• _ACTIVITY_:
Within the lines below, find those that hold the string "thousandth" and copy each one.

═══ DATA FOR THE TASK ═══

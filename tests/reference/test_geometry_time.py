"""Geometry, GeoJSON and time against a table of worked examples and rules of the standards.

Sources stand in `checks.csv` and in the name of each case: geodesic areas and positions by
`pyproj`, the grid of a published catalogue item, RFC 7946 (GeoJSON), RFC 3339 (times).
"""

import csv
import json
from datetime import UTC, datetime
from pathlib import Path
from typing import Any

import numpy as np
import pytest
import shapely
from affine import Affine
from pyproj import Transformer

from service.tiles.intake import footprint
from service.zonal.boundary import outline_from_shape
from service.zonal.coverage import project, zones_on
from service.zonal.grid import Grid
from tests.serving import SCENE, Service, square, uniform_scene

Row = dict[str, str]
with (Path(__file__).parent / "checks.csv").open(newline="", encoding="utf-8") as _lines:
    ROWS = [
        row for row in csv.DictReader(_lines) if row["group"] in ("geometry", "geojson", "time")
    ]
BY_ID = {row["id"]: row for row in ROWS}


def cases(*prefixes: str) -> pytest.MarkDecorator:
    """Return the rows whose ids begin so, each named by its id and its source."""
    chosen = [row for row in ROWS if row["id"].startswith(prefixes)]
    assert chosen
    return pytest.mark.parametrize(
        "row", chosen, ids=[f"{row['id']} ({row['source']})" for row in chosen]
    )


def given(row: Row) -> dict[str, Any]:
    return dict(json.loads(row["input"]))


def worked(row: Row) -> dict[str, Any]:
    return dict(json.loads(row["expected"]))


def test_every_row_of_these_groups_is_a_case_below() -> None:
    taken = ("utm_", "px_per_ha", "s2_tile", "rfc3339_", "rfc7946_")
    assert [row["id"] for row in ROWS if not row["id"].startswith(taken)] == []
    assert len(ROWS) == 20


@cases("utm_")
def test_a_cell_has_the_areas_and_the_place_that_were_worked_out(row: Row) -> None:
    sent, right = given(row), worked(row)
    crs, x, y, side = f"EPSG:{sent['epsg']}", sent["easting"], sent["northing"], sent["cell_m"]
    grid = Grid(crs=crs, transform=Affine(side, 0, x, 0, -side, y + side), shape=(1, 1))
    assert grid.cell_area_m2 == right["grid_area_m2"]
    # The cell as a parcel: its area is that on the ellipsoid.
    transform = Transformer.from_crs(crs, "OGC:CRS84", always_xy=True).transform
    cell = shapely.transform(shapely.box(*grid.bounds), transform, interleaved=False)
    outline = outline_from_shape(cell, pointer="", repair=False, area_limit_ha=1)
    area_m2 = outline.area_ha * 10_000
    tolerance = float(row["tolerance"])
    assert area_m2 == pytest.approx(right["geodesic_area_m2"], abs=tolerance)
    assert area_m2 / grid.cell_area_m2 == pytest.approx(right["ratio"], abs=tolerance)
    # The place is given to 1e-5 or 1e-4 of a degree: 1 or 10 m.
    (placed,) = project([shapely.Point(right["lon"], right["lat"])], crs)
    assert (placed.x, placed.y) == pytest.approx((x, y), abs=11)


@cases("px_per_ha")
def test_a_hectare_is_as_many_cells_as_arithmetic_says(row: Row) -> None:
    hectare = shapely.box(500_000, 5_499_900, 500_100, 5_500_000)
    told = []
    for side in (10, 20, 30):
        grid = Grid(
            crs="EPSG:32633",
            transform=Affine(side, 0, 500_000, 0, -side, 5_500_000),
            shape=(20, 20),
        )
        zones = zones_on(grid, [hectare])
        assert zones.weights.sum() == pytest.approx(zones.totals[0], rel=1e-6)
        told.append(f"{round(float(zones.totals[0]), 2):g} cells of {side} m")
        cell_ha = grid.cell_area_m2 / 10_000
    assert row["expected"] == f"{', '.join(told)} ({cell_ha:g} ha each)"


@cases("s2_tile")
def test_a_tile_s_grid_lies_where_the_published_one_does(row: Row) -> None:
    if row["id"] == "s2_tile":
        side = 10_980
        grids = [
            Grid(
                crs="EPSG:32633",
                transform=Affine(10, 0, 399_960 + 100_000 * tile, 0, -10, 5_500_020),
                shape=(side, side),
            )
            for tile in (0, 1)
        ]
        (west, _, east, _), (next_west, *_) = (grid.bounds for grid in grids)
        told = (
            f"{side} x {side} cells at 10 m = {(east - west) / 1000:g} km; neighbouring tiles "
            f"overlap {(east - next_west) / 1000:g} km"
        )
        assert row["expected"] == told
        return
    sent, right = given(row), worked(row)
    transform = Affine(*sent["proj:transform"])
    grid = Grid(crs=sent["proj:code"], transform=transform, shape=(10_980, 10_980))
    assert grid.centre_xs(0, 1).tolist() == [right["row0_col0_centre_easting"]]
    assert grid.centre_ys(0, 1).tolist() == [right["row0_col0_centre_northing"]]
    assert grid.cols_at(np.array([600_000.0, 600_009.9, 599_999.9])).tolist() == [0, 0, -1]
    # A hundred-thousandth of a degree is about a metre.
    (corner,) = project([shapely.Point(right["upper_left_lonlat"])], grid.crs)
    assert (corner.x, corner.y) == pytest.approx((transform.c, transform.f), abs=1)
    lon, lat = right["upper_left_lonlat"]
    west, _, _, north = footprint(grid)
    assert west <= lon + 1e-5
    assert north >= lat - 1e-5


def told_instants(service: Service, text: str) -> list[str]:
    """Return an instant as the service tells it, sent to it in two places."""
    service.put_parcels(square("A", col=0, row=0))
    answer = service.put_parcels(square("A", col=1, row=0, valid_from=text))
    assert answer.status_code == 200, answer.text
    first, second = service.get("/v1/parcels/A/boundaries")["boundaries"]
    assert first["valid_to"] == second["valid_from"]
    return [str(second["valid_from"])]


@cases("rfc3339_19")
def test_a_date_time_of_the_standard_is_the_instant_that_it_says(
    service: Service, tmp_path: Path, row: Row
) -> None:
    text, right = given(row)["text"], worked(row)["utc"]
    # A leap second is the first moment of the next minute here, as in POSIX time.
    instant = datetime(1991, 1, 1, tzinfo=UTC) if "leap" in right else datetime.fromisoformat(right)
    found = told_instants(service, text)
    if instant.year >= 1972:
        files = uniform_scene(tmp_path / "s", {"red": 0.1, "nir": 0.4}, cells=4)
        scene = service.post_scene({**SCENE, "acquired_at": text}, files)
        assert scene.status_code == 200, scene.text
        found.append(scene.json()["acquired_at"])
        listed = service.get("/v1/scenes", params={"from": text})["scenes"]
        assert [one["ref"] for one in listed] == ["s1"]
        assert service.get("/v1/scenes", params={"to": text})["scenes"] == []
    for told in found:
        assert told.endswith("Z")
        assert datetime.fromisoformat(told) == instant


@cases("rfc3339_bad_")
def test_what_the_standard_does_not_allow_is_refused_where_it_stands(
    service: Service, tmp_path: Path, row: Row
) -> None:
    text = given(row)["text"]
    check_refused(service, tmp_path, text)


@pytest.mark.parametrize(
    "text",
    ["2024-06-03T10:10:60Z", "2016-12-31T23:59:60-08:00", "2016-12-30T23:59:60Z"],
    ids=[f"{what} (RFC 3339 section 5.7)" for what in ("mid-day", "local midnight", "mid-month")],
)
def test_a_leap_second_where_there_can_be_none_is_refused(
    service: Service, tmp_path: Path, text: str
) -> None:
    check_refused(service, tmp_path, text)


def check_refused(service: Service, tmp_path: Path, text: str) -> None:
    files = uniform_scene(tmp_path / "s", {"red": 0.1, "nir": 0.4}, cells=4)
    service.put_parcels(square("A", col=0, row=0))
    observed = {"parcel": "A", "index": "ndvi", "observed_at": text, "mean": 0.5}
    asked = {
        "/features/0/properties/valid_from": service.put_parcels(
            square("A", col=1, row=0, valid_from=text)
        ),
        "/0/observed_at": service.call(
            "POST", "/v1/observations", json=[{**observed, "sensor": "s", "source": "s"}]
        ),
        "/scene/acquired_at": service.post_scene({**SCENE, "acquired_at": text}, files, wait=0),
    }
    for pointer, answer in asked.items():
        assert answer.status_code == 422, (pointer, answer.text)
        (error,) = answer.json()["errors"]
        assert error["pointer"] == pointer
        assert text not in answer.text
    assert len(service.get("/v1/parcels/A/boundaries")["boundaries"]) == 1
    assert service.get("/v1/scenes")["scenes"] == []


def box_at(ref: str, lon: float, lat: float, **more: Any) -> dict[str, Any]:
    """Return a parcel of a thousandth of a degree, by its south-western corner."""
    ring = shapely.box(lon, lat, lon + 0.001, lat + 0.001).exterior.coords
    geometry = {"type": "Polygon", "coordinates": [[list(position) for position in ring]]}
    return {"type": "Feature", "properties": {"ref": ref}, "geometry": geometry, **more}


@cases("rfc7946_bbox")
def test_a_box_whose_west_is_east_of_its_east_crosses_the_antimeridian(
    service: Service, tmp_path: Path, row: Row
) -> None:
    west, south, east, north = given(row)["bbox"]
    assert row["expected"].endswith(f"width {east - west + 360:g} degrees")
    service.put_parcels(
        box_at("west end", west + 0.01, -18),
        box_at("middle", 179.995, -17),
        box_at("past it", -179.995, -19),
        box_at("east end", east - 0.02, -18),
        box_at("west of it", west - 0.02, -18),
        box_at("east of it", east + 0.01, -18),
        box_at("far side", 0, -18),
        box_at("north of it", 179, north + 0.01),
    )

    def within(path: str, box: str, plural: str) -> set[str]:
        found = service.get(path, params={"bbox": box})[plural]
        return {one["properties"]["ref"] if plural == "features" else one["ref"] for one in found}

    inside = {"west end", "middle", "past it", "east end"}
    fiji = f"{west},{south},{east},{north}"
    assert within("/v1/parcels", fiji, "features") == inside
    # The same numbers the other way round are the rest of the world.
    rest = within("/v1/parcels", f"{east},{south},{west},{north}", "features")
    assert rest == {"west of it", "east of it", "far side"}
    # The tests' tile lies at 15 degrees east.
    service.post_scene(SCENE, uniform_scene(tmp_path / "s", {"red": 0.1, "nir": 0.4}, cells=4))
    assert within("/v1/scenes", fiji, "scenes") == set()
    assert within("/v1/scenes", "14,49,-178,50", "scenes") == {"s1"}


def turn_of(ring: list[list[float]]) -> float:
    """Return twice the signed area of a ring (shoelace formula): above 0 is counter-clockwise."""
    x, y = np.array(ring).T
    return float((x[:-1] * y[1:] - x[1:] * y[:-1]).sum())


@cases("rfc7946_ring")
def test_rings_are_taken_in_either_direction_and_answered_in_the_right_one(
    service: Service, row: Row
) -> None:
    assert "readers must not reject wrong winding" in row["expected"]
    outer = [[15.0, 49.6], [15.004, 49.6], [15.004, 49.604], [15.0, 49.604], [15.0, 49.6]]
    inner = [[15.001, 49.601], [15.001, 49.603], [15.003, 49.603], [15.003, 49.601]]
    inner.append(inner[0])
    assert turn_of(outer) > 0 > turn_of(inner)
    areas = set()
    for number, rings in enumerate(
        [[outer, inner], [outer[::-1], inner], [outer, inner[::-1]], [outer[::-1], inner[::-1]]]
    ):
        ref = f"ring-{number}"
        geometry = {"type": "Polygon", "coordinates": rings}
        answer = service.put_parcels({**box_at(ref, 0, 0), "geometry": geometry})
        assert answer.json()["created"] == 1, answer.text
        told = service.get(f"/v1/parcels/{ref}")
        exterior, hole = told["geometry"]["coordinates"]
        assert turn_of(exterior) > 0 > turn_of(hole)
        assert exterior[0] == exterior[-1]
        areas.add(told["properties"]["area_ha"])
    assert len(areas) == 1
    for rings in ([outer[:-1]], [[outer[0], outer[1], outer[0]]], [outer, inner[:-1]]):
        geometry = {"type": "Polygon", "coordinates": rings}
        answer = service.put_parcels({**box_at("open", 0, 0), "geometry": geometry})
        assert answer.status_code == 422
        (error,) = answer.json()["errors"]
        assert error["pointer"] == f"/features/0/geometry/coordinates/{len(rings) - 1}"


@cases("rfc7946_crs")
def test_positions_are_longitude_and_latitude_and_a_crs_member_is_not_ignored(
    service: Service, row: Row
) -> None:
    assert row["expected"].startswith("longitude, latitude order in WGS 84")
    service.put_parcels(box_at("A", 15, 49.6))
    for bbox, count in (("14.9,49.5,15.1,49.7", 1), ("49.5,14.9,49.7,15.1", 0)):
        assert len(service.get("/v1/parcels", params={"bbox": bbox})["features"]) == count
    # Old files name their system in `crs`. To ignore it could move every parcel, so it is refused.
    named = {"type": "name", "properties": {"name": "EPSG:25833"}}
    body = {"type": "FeatureCollection", "features": [box_at("B", 15, 49.6)]}
    geometry = {**box_at("B", 15, 49.6)["geometry"], "crs": named}
    for sent, pointer in (
        ({**body, "crs": named}, "/crs"),
        ({**body, "features": [box_at("B", 15, 49.6, crs=named)]}, "/features/0/crs"),
        ({**body, "features": [box_at("B", 15, 49.6, geometry=geometry)]}, "/features/0/geometry"),
    ):
        answer = service.call("PUT", "/v1/parcels", json=sent)
        assert answer.status_code == 422, answer.text
        assert [error["pointer"] for error in answer.json()["errors"]] == [pointer]
    assert service.call("GET", "/v1/parcels/B").status_code == 404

═══

• _EXPECTED ANSWER_:
    # A hundred-thousandth of a degree is about a metre.
    """Return a parcel of a thousandth of a degree, by its south-western corner."""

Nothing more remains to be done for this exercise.